START Information shown
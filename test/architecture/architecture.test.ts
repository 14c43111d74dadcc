import { fileURLToPath } from 'node:url';
import { describe, expect, it } from 'vitest';
import { breachesOf, sentence } from './house.ts';
import { readSourceSet, type SourceSet } from './source-set.ts';

const found = (files: Record<string, string>): string[] =>
  breachesOf(new Map(Object.entries(files))).map(({ rule, file }) => `${rule} ${file}`);

const SOUND: Record<string, string> = {
  'index.html': '',
  'package.json': '',
  'vitest.config.ts': `import { defineConfig } from 'vitest/config'; export default defineConfig({});`,
  'public/icon.svg': '',
  'engine/index.ts': `export { grow } from './shower/index.ts';`,
  'engine/constants.ts': `export const CF = 4 / 3;`,
  'engine/math/index.ts': `export { log } from './log.ts';`,
  'engine/math/log.ts': `export const log = (x: number): number => Math.sqrt(x) * Math.PI + Math.fround(x);`,
  'engine/shower/index.ts': `export { grow } from './grow.ts';`,
  'engine/shower/grow.ts': `
    import { log } from '../math/index.ts';
    import { CF } from '../constants.ts';
    export interface Settings { process: string; location: { performance: number } }
    export function grow({ process, location }: Settings): number {
      return log(CF) + process.length + location.performance + Number(2n ** 3n);
    }`,
  'formats/index.ts': `export { read } from './shower-file/index.ts';`,
  'formats/shower-file/index.ts': `export { read } from './read.ts';`,
  'formats/shower-file/read.ts': `
    import { unpack } from 'msgpackr';
    import type { grow } from '../../engine/index.ts';
    export const read = (b: Uint8Array): typeof grow => unpack(b);`,
  'viewer/main.ts': `import './views/ball/index.ts'; import './page.css';`,
  'viewer/page.css': '',
  'viewer/layout/index.ts': `import { log } from '../../engine/math/index.ts'; export const radius = log;`,
  'viewer/scene/index.ts': `import { Scene } from 'three'; import { strip } from './build/index.ts'; export const s = [Scene, strip];`,
  'viewer/scene/build/index.ts': `import { radius } from '../../layout/index.ts'; export const strip = radius;`,
  'viewer/views/ball/index.ts': `
    import { LitElement } from 'lit';
    import { s } from '../../scene/index.ts';
    export const element = document.createElement('div');
    export const parts = [LitElement, s, Date.now(), Math.log(2)];`,
  'viewer/terminal/start.mjs': `import { spawn } from 'node:child_process'; import { setUp } from './set-up.mjs'; setUp(spawn);`,
  'viewer/terminal/set-up.mjs': `export const setUp = (f) => import('vite').then(f);`,
  'test/engine/math/log.test.ts': `import { log } from '../../../engine/math/log.ts'; import { it } from 'vitest'; it('', () => log(1));`,
};

describe('the house as it stands', () => {
  const root = fileURLToPath(new URL('../..', import.meta.url));
  const files: SourceSet = readSourceSet(root);
  it('holds the files that a checkout has', () => {
    expect(files.has('engine/math/log.ts')).toBe(true);
    expect(files.has('package.json')).toBe(true);
    expect([...files.keys()].some((path) => path.includes('node_modules'))).toBe(false);
  });
  it('breaks none of its rules', () => {
    expect(breachesOf(files).map(sentence)).toEqual([]);
  });
});

describe('the checker', () => {
  it('lets a sound house pass', () => {
    expect(breachesOf(new Map(Object.entries(SOUND))).map(sentence)).toEqual([]);
  });

  const seeded: [string, Record<string, string>, string[]][] = [
    [
      'the engine imports a package',
      { 'engine/math/log.ts': `import 'fflate'; export const log = 1;` },
      ['layer engine/math/log.ts'],
    ],
    [
      'the engine imports node',
      { 'engine/math/log.ts': `import 'node:fs'; export const log = 1;` },
      ['layer engine/math/log.ts'],
    ],
    [
      'the engine imports a type of formats',
      {
        'engine/constants.ts': `import type { read } from '../formats/index.ts'; export type R = typeof read; export const CF = 1;`,
      },
      ['layer engine/constants.ts', 'cycle formats/shower-file/read.ts'],
    ],
    [
      'the engine names a type by import()',
      {
        'engine/constants.ts': `export type R = import('../viewer/layout/index.ts').X; export const CF = 1;`,
      },
      ['layer engine/constants.ts'],
    ],
    [
      'the engine imports from a computed address',
      { 'engine/constants.ts': `export const CF = (n: string) => import(n);` },
      ['layer engine/constants.ts'],
    ],
    [
      'the engine imports a test',
      { 'engine/constants.ts': `import '../test/engine/math/log.test.ts'; export const CF = 1;` },
      ['layer engine/constants.ts', 'layer engine/constants.ts', 'door engine/constants.ts'],
    ],
    [
      'formats import the viewer',
      { 'formats/index.ts': `import '../viewer/layout/index.ts';` },
      ['layer formats/index.ts'],
    ],
    [
      'formats import node',
      { 'formats/index.ts': `import { readFileSync } from 'node:fs'; readFileSync('');` },
      ['layer formats/index.ts'],
    ],
    [
      'layout imports lit',
      { 'viewer/layout/index.ts': `import { html } from 'lit'; export const radius = html;` },
      ['layer viewer/layout/index.ts'],
    ],
    [
      'layout imports state',
      {
        'viewer/layout/index.ts': `import '../state/index.ts'; export const radius = 1;`,
        'viewer/state/index.ts': '',
      },
      ['layer viewer/layout/index.ts'],
    ],
    [
      'marks import three',
      { 'viewer/marks/index.ts': `import type { Color } from 'three'; export type C = Color;` },
      ['layer viewer/marks/index.ts'],
    ],
    [
      'geometry imports three',
      { 'viewer/scene/build/index.ts': `import { Vector3 } from 'three'; export const strip = Vector3;` },
      ['layer viewer/scene/build/index.ts'],
    ],
    [
      'a view imports three',
      { 'viewer/views/card/index.ts': `import { Vector3 } from 'three/webgpu'; export const v = Vector3;` },
      ['layer viewer/views/card/index.ts'],
    ],
    [
      'a second view enters the scene',
      { 'viewer/views/card/index.ts': `import { s } from '../../scene/index.ts'; export const v = s;` },
      ['layer viewer/views/card/index.ts'],
    ],
    [
      'a view imports node',
      { 'viewer/views/card/index.ts': `import 'node:fs';` },
      ['layer viewer/views/card/index.ts'],
    ],
    [
      'a view imports the command line',
      { 'viewer/views/card/index.ts': `import '../../terminal/index.ts';`, 'viewer/terminal/index.ts': '' },
      ['layer viewer/views/card/index.ts'],
    ],
    [
      'the command line imports a view',
      { 'viewer/terminal/main.ts': `import '../views/ball/index.ts';` },
      ['layer viewer/terminal/main.ts'],
    ],
    [
      'a worker of the engine stands in the viewer',
      { 'engine/constants.ts': `export const CF = new URL('../viewer/main.ts', import.meta.url);` },
      ['layer engine/constants.ts'],
    ],
    ['public holds code', { 'public/early.js': '' }, ['layer public/early.js']],
    ['public holds a page', { 'public/more.html': '' }, ['layer public/more.html']],
    [
      'configuration imports the project',
      { 'vitest.config.ts': `import './engine/index.ts';` },
      ['layer vitest.config.ts'],
    ],
    [
      'an import goes past an index',
      { 'engine/shower/grow.ts': `import { log } from '../math/log.ts'; export const grow = log;` },
      ['door engine/shower/grow.ts'],
    ],
    [
      'an import goes down past an index',
      { 'engine/index.ts': `export { grow } from './shower/grow.ts';` },
      ['door engine/index.ts'],
    ],
    [
      'a dynamic import goes past an index',
      { 'engine/index.ts': `export const f = () => import('./shower/grow.ts');` },
      ['door engine/index.ts'],
    ],
    [
      'another layer enters by a side door',
      { 'formats/index.ts': `export { grow } from '../engine/shower/index.ts';` },
      ['door formats/index.ts'],
    ],
    [
      'a test looks into a folder that it does not mirror',
      { 'test/laws/a.test.ts': `import '../../engine/math/log.ts';` },
      ['door test/laws/a.test.ts'],
    ],
    [
      'an import has no extension',
      { 'engine/index.ts': `export { grow } from './shower';` },
      ['extension engine/index.ts'],
    ],
    [
      'export *',
      { 'engine/math/index.ts': `export * from './log.ts';` },
      ['export-all engine/math/index.ts'],
    ],
    [
      'export * as',
      { 'engine/math/index.ts': `export * as log from './log.ts';` },
      ['export-all engine/math/index.ts'],
    ],
    [
      'two files import each other',
      {
        'engine/math/log.ts': `import { exp } from './exp.ts'; export const log = exp;`,
        'engine/math/exp.ts': `import { log } from './log.ts'; export const exp = log;`,
      },
      ['cycle engine/math/exp.ts'],
    ],
    [
      'a file imports itself by its index',
      { 'engine/math/log.ts': `import { log as l } from './index.ts'; export const log = l;` },
      ['cycle engine/math/log.ts'],
    ],
    [
      'three folders in a circle, one link a type',
      {
        'engine/math/log.ts': `import type { grow } from '../shower/index.ts'; export const log = (x: typeof grow) => 1;`,
      },
      ['cycle engine/math/log.ts'],
    ],
    ['a folder at top level', { 'scripts/build.ts': '' }, ['top-level scripts']],
    ['a file at top level', { 'notes.md': '' }, ['top-level notes.md']],
    ['code at top level', { 'server.mjs': '' }, ['top-level server.mjs']],
    ['a vague name', { 'engine/math/utils.ts': '' }, ['name engine/math/utils.ts']],
    ['a vague folder', { 'viewer/helpers/a.ts': '' }, ['name viewer/helpers/a.ts']],
    [
      'Math.log in the engine',
      { 'engine/constants.ts': `export const CF = Math.log(2);` },
      ['numerics engine/constants.ts'],
    ],
    [
      'Math.hypot in layout',
      { 'viewer/layout/a.ts': `export const a = Math.hypot(1, 2);` },
      ['numerics viewer/layout/a.ts'],
    ],
    [
      'Math.cbrt in marks',
      { 'viewer/marks/a.ts': `export const a = Math.cbrt(2);` },
      ['numerics viewer/marks/a.ts'],
    ],
    [
      'Math.sin in figures',
      { 'viewer/figure/a.ts': `export const a = Math.sin(2);` },
      ['numerics viewer/figure/a.ts'],
    ],
    [
      'Math taken apart',
      { 'engine/constants.ts': `const { log } = Math; export const CF = log(2);` },
      ['numerics engine/constants.ts'],
    ],
    [
      'Math by index',
      { 'engine/constants.ts': `export const CF = Math['log'](2);` },
      ['numerics engine/constants.ts'],
    ],
    [
      'Math passed on',
      { 'engine/constants.ts': `export const CF = [2].map(Math.exp);` },
      ['numerics engine/constants.ts'],
    ],
    [
      'Math.random',
      { 'engine/constants.ts': `export const CF = Math.random();` },
      ['numerics engine/constants.ts'],
    ],
    ['a power', { 'engine/constants.ts': `export const CF = 2 ** 0.5;` }, ['numerics engine/constants.ts']],
    [
      'a power in place',
      { 'engine/constants.ts': `export let CF = 2; CF **= 0.5;` },
      ['numerics engine/constants.ts'],
    ],
    ['a date', { 'engine/constants.ts': `export const CF = Date.now();` }, ['numerics engine/constants.ts']],
    [
      'a new date',
      { 'engine/constants.ts': `export const CF = new Date();` },
      ['numerics engine/constants.ts'],
    ],
    [
      'a clock',
      { 'viewer/layout/a.ts': `export const a = performance.now();` },
      ['numerics viewer/layout/a.ts'],
    ],
    [
      'a timer',
      { 'engine/constants.ts': `export const CF = setTimeout(() => 1, 2);` },
      ['numerics engine/constants.ts'],
    ],
    [
      'Math by way of globalThis',
      { 'engine/constants.ts': `export const CF = globalThis.Math.log(2);` },
      ['pure engine/constants.ts'],
    ],
    [
      'the page, from layout',
      { 'viewer/layout/a.ts': `export const a = document.body;` },
      ['pure viewer/layout/a.ts'],
    ],
    [
      'a type of the page, from geometry',
      { 'viewer/scene/build/a.ts': `export type A = HTMLCanvasElement;` },
      ['pure viewer/scene/build/a.ts'],
    ],
    [
      'the network, from the engine',
      { 'engine/constants.ts': `export const CF = fetch('x');` },
      ['pure engine/constants.ts'],
    ],
    ['Node, from formats', { 'formats/a.ts': `export const a = process.env;` }, ['pure formats/a.ts']],
    [
      'a package before it is installed',
      { 'viewer/terminal/set-up.mjs': `import 'vite'; export const setUp = 1;` },
      ['before-install viewer/terminal/set-up.mjs'],
    ],
  ];
  for (const [name, change, expected] of seeded) {
    it(`finds what is wrong when ${name}`, () => {
      expect(found({ ...SOUND, ...change })).toEqual(expected);
    });
  }
});
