export { historyToJson, type JsonElement, type JsonHistory, type JsonTable } from './history-json.ts';
export { jsonText } from './json-text.ts';
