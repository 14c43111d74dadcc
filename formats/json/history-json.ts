import {
  BOOST_COLUMN,
  BOOST_NUMBERS,
  type Column,
  type ColumnSpec,
  ENTRY_COLUMNS,
  type Head,
  type History,
  KINDS,
  REASONS,
  ROLES,
  STEP_COLUMNS,
  TRIAL_COLUMNS,
} from '../../engine/index.ts';
import type { OwnColumn, OwnColumns } from '../shower-file/index.ts';

/** An element of a column: a number, a word, or null where a number is missing; several numbers in a column of `boost`'s kind. */
export type JsonElement = number | string | null | (number | null)[];
export type JsonTable = Record<string, JsonElement[]>;

/** One event as an object: see "One event as JSON" in formats/FORMATS.md. */
export interface JsonHistory {
  head: Head;
  entries: JsonTable;
  steps: JsonTable;
  trials?: JsonTable;
}

/**
 * One event as a plain object of arrays under the columns' names.
 *
 * Enumerations are words, a missing number is null, row and step numbers are always numbers, a column or table that is not
 * recorded has no key. `jsonText` prints it without losing a bit; JSON.stringify loses the sign of -0 and infinities.
 */
export function historyToJson(history: History): JsonHistory {
  const { head, entries, steps, trials } = history;
  const own = 'own' in history ? (history.own as OwnColumns) : { entries: {}, steps: {}, trials: {} };
  const words = {
    role: ROLES,
    kind: KINDS,
    reason: REASONS,
    channel: history.channels,
  };
  const json: JsonHistory = {
    head: withNulls(head) as Head,
    entries: table(entries, ENTRY_COLUMNS, head.columns.entries, words, own.entries),
    steps: table(steps, STEP_COLUMNS, head.columns.steps, words, own.steps),
  };
  if (steps.boost && head.columns.steps.includes(BOOST_COLUMN)) {
    json.steps[BOOST_COLUMN] = rowsOf({ values: steps.boost, each: BOOST_NUMBERS });
  }
  if (trials && head.columns.trials) {
    json.trials = table(trials, TRIAL_COLUMNS, head.columns.trials, words, own.trials);
  }
  return json;
}

function table(
  columns: object,
  specs: readonly ColumnSpec[],
  present: readonly string[],
  words: Readonly<Record<string, readonly string[]>>,
  own: Readonly<Record<string, OwnColumn>>,
): JsonTable {
  const json: JsonTable = {};
  for (const { name, kind } of specs) {
    if (!present.includes(name)) continue;
    const column = (columns as Readonly<Record<string, Column>>)[name];
    if (kind === 'word') json[name] = Array.from(column, (code) => words[name][code] ?? null);
    else json[name] = Array.from(column, numberOrNull);
  }
  for (const [name, column] of Object.entries(own)) json[name] = rowsOf(column);
  return json;
}

function rowsOf({ values, each }: OwnColumn): JsonElement[] {
  if (each === 1) return Array.from(values, numberOrNull);
  const rows: JsonElement[] = [];
  for (let at = 0; at < values.length; at += each) {
    const row = Array.from(values.subarray(at, at + each), numberOrNull);
    rows.push(row.every((value) => value === null) ? null : row);
  }
  return rows;
}

function numberOrNull(value: number): number | null {
  return Number.isNaN(value) ? null : value;
}

/** A copy of a plain value with null for every NaN. */
function withNulls(value: unknown): unknown {
  if (typeof value === 'number') return numberOrNull(value);
  if (Array.isArray(value)) return value.map(withNulls);
  if (typeof value !== 'object' || value === null || ArrayBuffer.isView(value)) return value;
  return Object.fromEntries(Object.entries(value).map(([key, item]) => [key, withNulls(item)]));
}
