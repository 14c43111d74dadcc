import { readdirSync, readFileSync, statSync } from 'node:fs';
import { join } from 'node:path';

/** The project's files by path from its root, with `/` between names; only code has its text. */
export type SourceSet = ReadonlyMap<string, string>;

/** One place where a rule of the house is broken. */
export interface Breach {
  readonly rule: string;
  readonly file: string;
  /** From 1; 0 for the file as a whole. */
  readonly line: number;
  readonly message: string;
}

const CODE = /\.(ts|mts|cts|js|mjs|cjs|tsx|jsx)$/;
export const isCode = (path: string): boolean => CODE.test(path);

/** What .gitignore keeps out of the repository: plain names, and `*` with an ending. */
function ignored(root: string): (name: string) => boolean {
  const patterns = readFileSync(join(root, '.gitignore'), 'utf8').split('\n').filter(Boolean);
  return (name) =>
    name === '.git' ||
    patterns.some((p) => (p.startsWith('*') ? name.endsWith(p.slice(1)) : name === p.replaceAll('/', '')));
}

/** Reads the tree at `root`, without what is ignored. */
export function readSourceSet(root: string): SourceSet {
  const isIgnored = ignored(root);
  const files = new Map<string, string>();
  const walk = (folder: string): void => {
    for (const name of readdirSync(join(root, folder)).sort()) {
      if (isIgnored(name)) continue;
      const path = folder ? `${folder}/${name}` : name;
      if (statSync(join(root, path)).isDirectory()) walk(path);
      else files.set(path, isCode(name) ? readFileSync(join(root, path), 'utf8') : '');
    }
  };
  walk('');
  return files;
}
END Information shown
Problem to work on — What you give back should be only the lines of the records above, starting at the line with "from 'node:child_process'; import" and ending at the line with "setUp = (f)", restated word for word.

Exercise result —
  'viewer/terminal/start.mjs': `import { spawn } from 'node:child_process'; import { setUp } from './set-up.mjs'; setUp(spawn);`,
  'viewer/terminal/set-up.mjs': `export const setUp = (f) => import('vite').then(f);`,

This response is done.